Ever since the Photos app had its debut in Windows 8, back in October 2013, it has been unable to search metadata in photos. This, despite the fact that its predecessors, Windows Photo Gallery (first introduced in Windows Vista back in 2007), Windows Live Photo Gallery (first introduced back in 2009) and Windows Photo Gallery 2012 were all able to do this. Microsoft, in its infinite wisdom, has now withdrawn all of these products from the market leaving only the miserably limited Photos app in place.
Over the past four years there have been features added to the Photos app, but for the most part they have been akin to rearranging the deckchairs on the Titanic. Fundamental features present in the withdrawn Windows Photo Gallery 2012 are still not there.
So it was with some interest that I read the other day that Search would at last be introduced to the Photos app. Since I’m a Windows Insider, it meant that I should get a preview of the app with the Search function in it.

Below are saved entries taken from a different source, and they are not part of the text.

// userMonomerDTO is one UserMonomer of a Project, both ways. Only the name is required; an
// absent number is 0 (not given), an absent state or note "", absent hazards none.
type userMonomerDTO struct {
	Name        string   `js:"name" limit:"name"`
	MolarMass   float64  `js:"molarMass" copoly:"optional"`
	Density     float64  `js:"density" copoly:"optional"`
	DensityTemp float64  `js:"densityTemp" copoly:"optional"`
	State       string   `js:"state" copoly:"optional" limit:"word"`
	Heat        float64  `js:"heat" copoly:"optional"`
	Q           float64  `js:"q" copoly:"optional"`
	E           float64  `js:"e" copoly:"optional"`
	Hazards     []string `js:"hazards" copoly:"optional" limit:"hazards" each:"hazard"`
	Note        string   `js:"note" copoly:"optional" limit:"source"`
}

// userMonomers converts the user monomers read from JavaScript (validated with the project).
func userMonomers(ds []userMonomerDTO) []project.UserMonomer {
	if len(ds) == 0 {
		return nil
	}
	ms := make([]project.UserMonomer, len(ds))
	for i, d := range ds {
		var hazards []string
		if len(d.Hazards) > 0 {
			hazards = d.Hazards
		}
		ms[i] = project.UserMonomer{Name: d.Name, MolarMass: d.MolarMass, Density: d.Density, DensityTemp: d.DensityTemp,
			State: d.State, Heat: d.Heat, Q: d.Q, E: d.E, Hazards: hazards, Note: d.Note}
	}
	return ms
}

// userMonomersOut returns ms as UserMonomer objects, every key present and hazards always a list.
func userMonomersOut(ms []project.UserMonomer) []userMonomerDTO {
	out := make([]userMonomerDTO, len(ms))
	for i, m := range ms {
		out[i] = userMonomerDTO{Name: m.Name, MolarMass: m.MolarMass, Density: m.Density, DensityTemp: m.DensityTemp,
			State: m.State, Heat: m.Heat, Q: m.Q, E: m.E, Hazards: orNoTexts(m.Hazards), Note: m.Note}
	}
	return out
}

// projectPlanDTO is the plan of a Project, read from JavaScript; planValue writes one. Every key
// is optional (0 or "" = not given, as in project.Plan). Shots is a float64 so that 2.5 can be
// refused by name instead of being truncated.
type projectPlanDTO struct {
	Mode            string      `js:"mode" copoly:"optional" limit:"word"`
	TargetF1        float64     `js:"targetF1" copoly:"optional"`
	PolymerMass     float64     `js:"polymerMass" copoly:"optional"`
	Tolerance       float64     `js:"tolerance" copoly:"optional"`
	StopConversion  float64     `js:"stopConversion" copoly:"optional"`
	FinalConversion float64     `js:"finalConversion" copoly:"optional"`
	Feed            string      `js:"feed" copoly:"optional" limit:"word"`
	FeedF1          float64     `js:"feedF1" copoly:"optional"`
	Shots           float64     `js:"shots" copoly:"optional"`
	RateLaw         string      `js:"rateLaw" copoly:"optional" limit:"word"`
	RateConstant    float64     `js:"rateConstant" copoly:"optional"`
	HalfLife        float64     `js:"halfLife" copoly:"optional"`
	TimeTable       [][]float64 `js:"timeTable" copoly:"optional" limit:"timeTable" pair:"time, conversion"`
	Heat1           float64     `js:"heat1" copoly:"optional"`
	Heat2           float64     `js:"heat2" copoly:"optional"`
	BatchMass       float64     `js:"batchMass" copoly:"optional"`
	HeatCapacity    float64     `js:"heatCapacity" copoly:"optional"`
	RiseLimit       float64     `js:"riseLimit" copoly:"optional"`
}

// plan converts the plan of a Project read from JavaScript and checks it (project.CheckPlan).
func (d projectPlanDTO) plan(field string) (project.Plan, error) {
	if d.Shots != math.Trunc(d.Shots) || math.Abs(d.Shots) > 1e9 {
		return project.Plan{}, &copoly.InputError{Field: field + ".shots", Value: d.Shots, Reason: "must be a whole number (0 or absent = the fewest within the tolerance)", Err: copoly.ErrOutOfRange}
	}
	pl := project.Plan{
		Mode: d.Mode, TargetF1: d.TargetF1, PolymerMass: d.PolymerMass, Tolerance: d.Tolerance,
		StopConversion: d.StopConversion, FinalConversion: d.FinalConversion, Feed: d.Feed, FeedF1: d.FeedF1,
		Shots: int(d.Shots), RateLaw: d.RateLaw, RateConstant: d.RateConstant, HalfLife: d.HalfLife,
		Heat1: d.Heat1, Heat2: d.Heat2,
		BatchMass: d.BatchMass, HeatCapacity: d.HeatCapacity, RiseLimit: d.RiseLimit,
	}
	if len(d.TimeTable) > 0 { // [] is no table, as in the file
		pl.TimeTable = make([][2]float64, len(d.TimeTable))
		for i, row := range d.TimeTable {
			pl.TimeTable[i] = [2]float64{row[0], row[1]} // decode read each row as a pair
		}
	}
	return pl, project.CheckPlan(field, pl)
}

// planValue returns pl as the plan object of a Project: like the file format it holds only the
// keys given (not 0 or ""), in the order of the d.ts.
func planValue(pl project.Plan) js.Value {
	v := object.New()
	for _, kv := range []struct {
		key string
		v   any
	}{
		{"mode", pl.Mode}, {"targetF1", pl.TargetF1}, {"polymerMass", pl.PolymerMass}, {"tolerance", pl.Tolerance},
		{"stopConversion", pl.StopConversion}, {"finalConversion", pl.FinalConversion},
		{"feed", pl.Feed}, {"feedF1", pl.FeedF1}, {"shots", pl.Shots},
		{"rateLaw", pl.RateLaw}, {"rateConstant", pl.RateConstant}, {"halfLife", pl.HalfLife},
		{"timeTable", pl.TimeTable}, {"heat1", pl.Heat1}, {"heat2", pl.Heat2},
		{"batchMass", pl.BatchMass}, {"heatCapacity", pl.HeatCapacity}, {"riseLimit", pl.RiseLimit},
	} {
		switch x := kv.v.(type) {
		case [][2]float64:
			if len(x) > 0 {
				rows := make([][]float64, len(x))
				for i, row := range x {
					rows[i] = []float64{row[0], row[1]}
				}
				v.Set(kv.key, toJS(rows))
			}
		case string:
			if x != "" {
				v.Set(kv.key, x)
			}
		case float64:
			if x != 0 {
				v.Set(kv.key, x)
			}
		case int:
			if x != 0 {
				v.Set(kv.key, x)
			}
		}
	}
	return v
}

// benchDTO is the BenchTable of the d.ts, read from JavaScript; benchValue writes one. Only the
// rows are required: the kinds default to "" (the first form of each), the element fields to
// "" and 0.
type benchDTO struct {
	FeedKind        string        `js:"feedKind" copoly:"optional" limit:"word"`
	ConversionKind  string        `js:"conversionKind" copoly:"optional" limit:"word"`
	CompositionKind string        `js:"compositionKind" copoly:"optional" limit:"word"`
	Element         string        `js:"element" copoly:"optional" limit:"cell"`
	Carrier         float64       `js:"carrier" copoly:"optional"`
	ElementCount    float64       `js:"elementCount" copoly:"optional"`
	Rows            []benchRowDTO `js:"rows" limit:"rows"`
}

type benchRowDTO struct {
	Label string            `js:"label" copoly:"optional" limit:"label"`
	Cells map[string]string `js:"cells" copoly:"optional" limit:"cells" each:"cell"`
}

// benchHeadOut is a BenchTable without its rows; benchValue adds them with their cells in a
// fixed order, which vert's map conversion does not keep.
type benchHeadOut struct {
	FeedKind        string  `js:"feedKind"`
	ConversionKind  string  `js:"conversionKind"`
	CompositionKind string  `js:"compositionKind"`
	Element         string  `js:"element"`
	Carrier         int     `js:"carrier"`
	ElementCount    float64 `js:"elementCount"`
}
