//go:build js && wasm

package main

// The bad-input sweep. Every method of the copoly object is called with a table of bad inputs
// (wrong JS types, null and absent values, NaN and infinities, values out of range, huge arrays
// and counts, texts of ten million characters, deep and cyclic junk, arguments that are not an
// object) and must answer each with a plain {error, field, code, reason, value?, row?} object whose field is the input as
// the caller wrote it and whose message names that field and the bad value, without throwing.
// After the sweep the module must still answer a valid call correctly, and the Go heap must
// hold no more than before, give or take a generous margin. Nothing here is timed.

import (
	"fmt"
	"os"
	"reflect"
	"regexp"
	"runtime"
	"strings"
	"syscall/js"
	"testing"
	"time"

	"gonum.org/v1/gonum/floats/scalar"
)

// badValue is one bad value for a field: a JS expression evaluated afresh for each call
// ("<delete>" removes the key). The error must name the field's path followed by sub ("[1]",
// ".f10"; "" for the field itself), or field when it is set, and its message must contain
// text, which names the value (or the size of a value too large). in, when set, is where the
// error object is found in a result that is not itself an error (benchRuns reports a bad cell
// in its errors list).
type badValue struct {
	expr  string
	sub   string
	text  string
	field string
	in    string
}

// valueKind is the JS type a field takes; each kind has its own bad values (kindValues).
type valueKind int

const (
	kNumber  valueKind = iota // a number
	kCount                    // a whole number with a range ending below 10⁹
	kText                     // a text
	kBool                     // true or false
	kObject                   // an object
	kNumbers                  // a list of numbers
	kObjects                  // a list of objects
	kTexts                    // a list of texts
	kCells                    // an object whose values are texts
	kPairs                    // a list of pairs of numbers
)

// kindValues are the bad values of each kind, for any field of it.
var kindValues = map[valueKind][]badValue{
	kNumber: {
		{expr: `"0.5"`, text: `the text "0.5"`},
		{expr: `true`, text: "true"},
		{expr: `({})`, text: "an object"},
		{expr: `[0.5]`, text: "a list"},
		{expr: `1n`, text: "unsupported kind"},
		{expr: `Symbol("s")`, text: "a symbol"},
		{expr: `() => 0.5`, text: "a function"},
		{expr: `NaN`, text: "NaN"},
		{expr: `Infinity`, text: "+Inf"},
		{expr: `-Infinity`, text: "-Inf"},
	},
	kText: {
		{expr: `42`, text: "the number 42"},
		{expr: `false`, text: "false"},
		{expr: `({})`, text: "an object"},
		{expr: `["a"]`, text: "a list"},
		{expr: `"x".repeat(1e7)`, text: "10000000 characters"},
	},
	kBool: {
		{expr: `"yes"`, text: `the text "yes"`},
		{expr: `1`, text: "the number 1"},
		{expr: `({})`, text: "an object"},
	},
	kObject: {
		{expr: `5`, text: "the number 5"},
		{expr: `"x".repeat(1e7)`, text: `the text "xxxxx`},
		{expr: `[]`, text: "a list"},
		{expr: `true`, text: "true"},
	},
	kNumbers: {
		{expr: `"0.5"`, text: `the text "0.5"`},
		{expr: `5`, text: "the number 5"},
		{expr: `({length: 1e9})`, text: "an object"},
		{expr: `new DataView(new ArrayBuffer(8))`, text: "an object"},
		{expr: `[0.5, "a"]`, sub: "[1]", text: `the text "a"`},
		{expr: `[0.5, null]`, sub: "[1]", text: "null"},
		{expr: `new Array(3)`, sub: "[0]", text: "undefined"},
		{expr: `[[0.5]]`, sub: "[0]", text: "a list"},
		{expr: `[NaN]`, sub: "[0]", text: "NaN"},
		{expr: `[Infinity]`, sub: "[0]", text: "+Inf"},
		{expr: `new Float64Array(1e6)`, text: "1e+06"},
		{expr: `new Array(1e6).fill(0.5)`, text: "1e+06"},
		{expr: `new Array(2**32 - 1)`, text: "4.294967295e+09"},
	},
	kObjects: {
		{expr: `"x"`, text: `the text "x"`},
		{expr: `5`, text: "the number 5"},
		{expr: `({})`, text: "an object"},
		{expr: `[5]`, sub: "[0]", text: "the number 5"},
		{expr: `[null]`, sub: "[0]", text: "null"},
		{expr: `[[]]`, sub: "[0]", text: "a list"},
		{expr: `new Array(1e6).fill({})`, text: "1e+06"},
	},
	kTexts: {
		{expr: `"toxic"`, text: `the text "toxic"`},
		{expr: `[5]`, sub: "[0]", text: "the number 5"},
		{expr: `["x".repeat(1e7)]`, sub: "[0]", text: "10000000 characters"},
		{expr: `new Array(1e6).fill("a")`, text: "1e+06"},
	},
	kCells: {
		{expr: `5`, text: "the number 5"},
		{expr: `"x"`, text: `the text "x"`},
		{expr: `[]`, text: "a list"},
		{expr: `({f10: 5})`, sub: ".f10", text: "the number 5"},
		{expr: `({f10: null})`, sub: ".f10", text: "null"},
		{expr: `({f10: "x".repeat(1e7)})`, sub: ".f10", text: "10000000 characters"},
		{expr: `({["k".repeat(1e6)]: "1"})`, text: "1000000 characters"},
		{expr: `Object.fromEntries(Array.from({length: 1e5}, (_, i) => ["k" + i, "1"]))`, text: "100000"},
	},
	kPairs: {
		{expr: `"x"`, text: `the text "x"`},
		{expr: `5`, text: "the number 5"},
		{expr: `[5]`, sub: "[0]", text: "pair"},
		{expr: `[[1]]`, sub: "[0]", text: "pair"},
		{expr: `[[1, 2, 3]]`, sub: "[0]", text: "pair"},
		{expr: `[["a", 1]]`, sub: "[0][0]", text: `the text "a"`},
		{expr: `new Array(1e6).fill([0.5, 0.5])`, text: "1e+06"},
	},
}

// kCount takes the values of kNumber and these.
var countValues = []badValue{
	{expr: `2.5`, text: "2.5"},
	{expr: `-1`, text: "-1"},
	{expr: `1e9`, text: "1e+09"},
}

// Bad values of a value's range, shared by many fields.
var (
	badRatio     = []badValue{{expr: `-1`, text: "-1"}, {expr: `1e300`, text: "1e+300"}}
	badFraction  = []badValue{{expr: `-0.1`, text: "-0.1"}, {expr: `1.5`, text: "1.5"}}
	badFractions = []badValue{{expr: `[0.5, -0.1]`, sub: "[1]", text: "-0.1"}, {expr: `[1.5]`, sub: "[0]", text: "1.5"}}
	badMolarMass = []badValue{{expr: `-1`, text: "-1"}, {expr: `0`, text: "0"}, {expr: `1e7`, text: "1e+07"}}
	badNegative  = []badValue{{expr: `-1`, text: "-1"}}
)

func join(lists ...[]badValue) []badValue {
	var out []badValue
	for _, l := range lists {
		out = append(out, l...)
	}
	return out
}

// sweepField is one field of a method's argument, by its path as a caller writes it ("r1",
// "runs[0].F1", "project.monomer1.molarMass").
type sweepField struct {
	path     string
	kind     valueKind
	optional bool       // null or absent is allowed: the answer may be a result or an error naming the field
	absent   string     // the field an error names when this optional field is absent, if not itself
	extra    []badValue // bad values of this field's range, besides those of its kind
}

// sweepBase is a valid argument of a method and the fields the sweep changes in it.
type sweepBase struct {
	name   string
	arg    string // a JS expression; "project" in it is the base project (sweepProject)
	fields []sweepField
}

// sweepMethod is one method of the copoly object.
type sweepMethod struct {
	name     string
	async    bool
	optional bool   // the argument may be left out
	first    string // the field an empty argument is refused for
	bases    []sweepBase
}

// projectFields are the fields of a Project, under prefix ("project.").
func projectFields(prefix string) []sweepField {
	f := func(path string, kind valueKind, optional bool, extra ...badValue) sweepField {
		return sweepField{path: strings.TrimSuffix(prefix+path, "."), kind: kind, optional: optional, extra: extra}
	}
	return []sweepField{
		f("", kObject, false),
		f("format", kText, false, badValue{expr: `"other-format"`, text: `"other-format"`}),
		f("version", kNumber, false, badValue{expr: `2`, text: "newer"}, badValue{expr: `1.5`, text: "1.5"}, badValue{expr: `0`, text: "0"}),
		f("name", kText, true),
		f("monomer1", kObject, false),
		f("monomer1.name", kText, true),
		f("monomer1.molarMass", kNumber, true, badValue{expr: `-1`, text: "-1"}, badValue{expr: `1e7`, text: "1e+07"}),
		f("r1", kNumber, false, badRatio...),
		f("r2", kNumber, false, badRatio...),
		f("ratioSource", kText, true),
		f("f10", kNumber, false, join(badFraction, []badValue{{expr: `0`, text: "= 0"}, {expr: `1`, text: "= 1"}})...),
		f("conversion", kNumber, false, badValue{expr: `0`, text: "= 0"}, badValue{expr: `1.5`, text: "1.5"}, badValue{expr: `-0.1`, text: "-0.1"}),
		f("tolerance", kNumber, false, badValue{expr: `0`, text: "= 0"}, badValue{expr: `0.6`, text: "0.6"}, badValue{expr: `-0.1`, text: "-0.1"}),
		f("notes", kText, true, badValue{expr: `"x".repeat(100001)`, text: "100001"}),
		f("invented", kBool, true),
		f("citation", kText, true, badValue{expr: `"x".repeat(1001)`, text: "1001"}),
		f("savedAt", kText, true, badValue{expr: `"yesterday"`, text: `"yesterday"`}, badValue{expr: `"2026-01-02T03:04:05." + "1".repeat(50) + "Z"`, text: "71 characters"}),
		f("bench", kObject, true),
		f("bench.rows", kObjects, false, badValue{expr: `Array.from({length: 1001}, () => ({cells: {}}))`, text: "1001"}),
		f("bench.rows[0].label", kText, true, badValue{expr: `"x".repeat(201)`, text: "201"}),
		f("bench.rows[0].cells", kCells, true, badValue{expr: `({bogus: "1"})`, text: `"bogus"`}),
		f("bench.rows[0].cells.F1", kText, true, badValue{expr: `"9".repeat(201)`, text: "201"}),
		f("bench.feedKind", kText, true, badValue{expr: `"litres"`, text: `"litres"`}),
		f("bench.carrier", kNumber, true, badValue{expr: `2.5`, text: "2.5"}, badValue{expr: `3`, text: "3"}, badValue{expr: `-1`, text: "-1"}, badValue{expr: `1e300`, text: "1e+300"}),
		f("bench.elementCount", kNumber, true, badNegative...),
		f("bench.element", kText, true),
		f("level", kNumber, true, badValue{expr: `1.5`, text: "1.5"}, badValue{expr: `-0.5`, text: "-0.5"}),
		f("jcr", kPairs, true, badValue{expr: `[[NaN, 1]]`, sub: "[0][0]", text: "NaN"}, badValue{expr: `[[-1, 1]]`, sub: "[0][0]", text: "-1"},
			badValue{expr: `new Array(4097).fill([1, 1])`, text: "4097"}),
		f("model", kObject, true),
		f("model.kind", kText, false, badValue{expr: `"quadratic"`, text: `"quadratic"`}),
		f("model.r11", kNumber, true, badNegative...),
		f("triads", kObjects, true),
		f("triads[0].f10", kNumber, false, badFraction...),
		f("triads[0].F1", kNumber, true, badValue{expr: `1.5`, text: "1.5"}, badValue{expr: `-0.5`, text: "-0.5"}),
		f("sizeBins", kObjects, true),
		f("sizeBins[0].low", kNumber, false, badNegative...),
		f("sizeBins[0].weightFraction", kNumber, true, badValue{expr: `-0.5`, text: "-0.5"}),
		f("plan", kObject, true),
		f("plan.mode", kText, true, badValue{expr: `"continuous"`, text: `"continuous"`}),
		f("plan.targetF1", kNumber, true, badNegative...),
		f("plan.shots", kNumber, true, badValue{expr: `2.5`, text: "2.5"}, badValue{expr: `-1`, text: "-1"}, badValue{expr: `1e12`, text: "1e+12"}),
		f("plan.timeTable", kPairs, true, badValue{expr: `[[10, 0.1], [5, 0.2]]`, sub: "[1]", text: "5"}),
		f("plan.heat1", kNumber, true, badValue{expr: `-1`, text: "-1"}, badValue{expr: `1001`, text: "1001"}),
		f("userMonomers", kObjects, true, badValue{expr: `Array.from({length: 101}, (_, i) => ({name: "m" + i}))`, text: "101"}),
		f("userMonomers[0].name", kText, false, badValue{expr: `""`, text: "empty"}),
		f("userMonomers[0].density", kNumber, true, badValue{expr: `-1`, text: "-1"}, badValue{expr: `26`, text: "26"}),
		f("userMonomers[0].state", kText, true, badValue{expr: `"plasma"`, text: `"plasma"`}),
		f("userMonomers[0].hazards", kTexts, true),
	}
}
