// meyerLowryNewton returns meyerLowryLog(s) − target and its slope in s, sharing the work.
func (b *Batch) meyerLowryNewton(s, target float64) (v, d float64) {
	e := math.Exp(-s)
	dv := (b.f10 - b.end) * e // f − end
	f := b.end + dv
	var l1, l2, l3, t1, t2, t3 float64
	switch b.end {
	case 0:
		l1, l2, l3 = -s, math.Log((1-f)/(1-b.f10)), -math.Log((f-b.delta)/(b.f10-b.delta))
		t1, t2, t3 = -1, dv/(1-f), dv/(f-b.delta)
	case 1:
		l1, l2, l3 = math.Log(f/b.f10), -s, -math.Log((f-b.delta)/(b.f10-b.delta))
		t1, t2, t3 = -dv/f, -1, dv/(f-b.delta)
	default:
		l1, l2, l3 = math.Log(f/b.f10), math.Log((1-f)/(1-b.f10)), s
		t1, t2, t3 = -dv/f, dv/(1-f), 1
	}
	if b.alpha != 0 {
		v += b.alpha * l1
		d += b.alpha * t1
	}
	if b.beta != 0 {
		v += b.beta * l2
		d += b.beta * t2
	}
	return v + b.gamma*l3 - target, d + b.gamma*t3
}

// odeFeed integrates the Skeist equation in differential form,
//
//	df1/dX = (f1 − F1(f1)) / (1 − X)
//
// in the variables t = −ln(1 − X) and y = ln|f1 − end|, where it reads dy/dt = (f1 − F1)/(f1 − end):
// bounded near the end point, so the exhaustion of a monomer is not stiff.
//
// References:
//   - I. Skeist, J. Am. Chem. Soc. 1946, 68, 1781.
func (b *Batch) odeFeed(dst, xs []float64) {
	s := 1.0
	if b.f10 < b.end {
		s = -1
	}
	g := func(y float64) float64 {
		dv := s * math.Exp(y)
		f := b.end + dv
		return (f - b.inst(f)) / dv
	}
	ts := make([]float64, len(xs))
	for i, x := range xs {
		ts[i] = -math.Log1p(-math.Min(x, b.xmax))
	}
	// Conversions at (or rounding to) the limit map to t = +Inf: integrate to the last finite one.
	n := len(ts)
	for n > 0 && (math.IsInf(ts[n-1], 1) || xs[n-1] >= b.xmax) {
		n--
	}
	ys := make([]float64, n)
	ode.Dopri5(ys, g, 0, math.Log(s*(b.f10-b.end)), ts[:n], 1e-13, 1e-13)
	for i := range n {
		dst[i] = b.end + s*math.Exp(ys[i])
	}
	for i := n; i < len(xs); i++ {
		dst[i] = b.end
	}
}

// cumulative returns F̄1 from the monomer balance
//
//	F̄1 = (f10 − (1 − X) f1) / X
//
// clamped to [0, 1]. Below X = 1e-7 the balance loses precision and the mean of the first and
// current instantaneous compositions is returned instead (exact to first order in X).
func (b *Batch) cumulative(x, f1 float64) float64 {
	if x < 1e-7 {
		return 0.5 * (b.inst(b.f10) + b.inst(f1))
	}
	c := (b.f10 - (1-x)*f1) / x
	return math.Min(1, math.Max(0, c))
}

func (b *Batch) checkConversions(xs []float64) error {
	if len(xs) > MaxPoints {
		return &InputError{Field: "conversion", Value: float64(len(xs)), Reason: fmt.Sprintf("at most %d conversions per call", MaxPoints), Err: ErrTooMany}
	}
	for i, x := range xs {
		if x >= 0 && x <= 1 && (i == 0 || x >= xs[i-1]) && x <= b.xmax {
			continue // valid; the field name is built only on error
		}
		field := fmt.Sprintf("conversion[%d]", i)
		if err := CheckConversion(field, x); err != nil {
			return err
		}
		if i > 0 && x < xs[i-1] {
			return &InputError{Field: field, Value: x, Reason: fmt.Sprintf("conversions must not decrease (the one before is %g)", xs[i-1]), Err: ErrOutOfRange}
		}
		if err := b.checkConversion(field, x); err != nil {
			return err
		}
	}
	return nil
}

// checkConversion reports a conversion x (already in [0, 1]) past the end of the batch, naming
// field.
func (b *Batch) checkConversion(field string, x float64) error {
	if x > b.xmax {
		return &InputError{Field: field, Value: x, Reason: fmt.Sprintf("polymerization stops at X = %.4g: M%d is used up and the other monomer cannot add to its own radical (r = 0)", b.xmax, 1+int(b.end)), Err: ErrOutOfRange}
	}
	return nil
}
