// Headless-Firefox test of the offline page: dist/copoly.html opened from file:// in Firefox ESR,
// driven over WebDriver BiDi by puppeteer-core. It is the second-browser companion of the
// Chromium test in site/browsertest/browser_test.go and checks the same elements and values.
//
// Run it with `make test-firefox`, which builds the page, installs puppeteer-core from
// package-lock.json (npm ci) when node_modules is missing and sets the environment:
//
//	COPOLY_HTML             absolute path of dist/copoly.html (required; the test skips without it)
//	COPOLY_FIREFOX          the Firefox executable; default /usr/bin/firefox-esr
//	COPOLY_REQUIRE_FIREFOX  "1": a missing Firefox fails the test instead of skipping it
//	COPOLY_FIREFOX_DUMPIO   "1": copy Firefox's own stdout and stderr to this process's
//
// Storage of a file:// page in Firefox. Firefox gives a page opened from file:// an opaque
// origin ("null" in location.origin), but keeps its IndexedDB under a storage key made from the
// file's path when security.fileuri.strict_origin_policy is true, which is Firefox's default: a
// user's project belongs to that file on that machine and survives a restart of the browser; the
// same page opened from another path starts with an empty store (Export/Import carries a project).
// Automation changes that pref: puppeteer's profile and Firefox's own remote agent both set it to
// false, under which every file:// page shares one store. This test therefore puts the user's
// default back (see launchFirefox), so that what it proves is what a user's Firefox does.

import { test } from "node:test";
import assert from "node:assert/strict";
import fs from "node:fs";
import os from "node:os";
import path from "node:path";
import { pathToFileURL } from "node:url";
import puppeteer from "puppeteer-core";

// Time limits. They are generous because a machine with two busy cores and no GPU starts Firefox
// slowly (up to 36 s was seen on a developer machine under load, against 9 s when quiet); they
// bound a hung browser or page, they measure nothing (the load time is measured by make bench).
const testTimeoutMs = 8 * 60_000;
const launchTimeoutMs = 120_000; // from spawning Firefox to a WebDriver BiDi session
const readyTimeoutMs = 90_000; // from a navigation to window.copolyReady
const stepTimeoutMs = 20_000; // from an input to the result or status it causes
const pollMs = 50;
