// app.js: the copoly page. Loads the embedded WebAssembly module, reads the form, calls the
// `copoly` object (contract: site/copoly.d.ts) and draws the results.
//
// Rules kept here:
//   - every user or file text reaches the page through textContent, never innerHTML;
//   - an invalid input is marked beside its field and never replaces the last valid project, its
//     results stay on screen and it is never saved;
//   - the project is saved (debounced) after every valid change, based on the stored revision this
//     tab loaded, so that a save never silently replaces another tab's; the form as typed is saved
//     as a draft after every keystroke and restored after a reload;
//   - the module exiting (go.run resolving) is a crash: #fatal-banner says so.
import { Plot } from "./plot.js";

Well, it’s now arrived (version 2017.350631.13610.0 of the app) on one of my test laptops, and it turns out to be a huge disappointment.
The reason that I’m disappointed is that the Photos app still does not search photo metadata, instead it uses a Microsoft-built A.I. system that attempts to assign tags to your photos. I say “attempts” because currently it gets things more wrong than right. For example, here are my most recent photos that the Microsoft A.I. system thinks are photos of an umbrella:
Note that “umbrella” is not a word that I have chosen, the term has been assigned by the A.I. system, and popped up as a suggested search term.
I can’t search using my own terms. For example, if I try searching for photos of our dog, Watson, there are zero results:
The OneDrive search engine is certainly indexing my photo metadata, because if I search for “Watson” on OneDrive, it finds all the photos to which I have assigned the tag “Watson”:
At least the A.I. system knows about dogs, because I can search using “dog”. However, while that does return at least some of my pictures of Watson, it also thinks a lamb is a dog:
The A.I. system does recognise the search term “cat”. Unfortunately, it’s even worse at recognising cats than dogs. It returned 45 photos that it claimed were of cats. It only correctly identified three photos of cats – the rest were of dogs (usually Watson), and one was a picture of a hand. Actually, I have 56 photos of cats in my collection.
There is currently no way to correct misidentified photos, so searching, it seems to me, is little better than a hit-and-miss affair at the moment. First, you’ve got to hit on a search term that the A.I. system uses, and then you’ve got to hope that it won’t return any misses in the results.
The A.I. system also indexes the faces of people in your photos. Once again, there is no way to either assign a name to a face, or merge what the system thinks are different people into the one person. Both of these features were available in Windows Photo Gallery 2012, which I remind you was available five years ago, but which Microsoft has now withdrawn.
I really wish that the Photos team would proceed in a more logical manner and provide features that put the Photos app on a par with what we had with Windows Photo Gallery before they introduce half-baked new features that do not advance the usability one jot.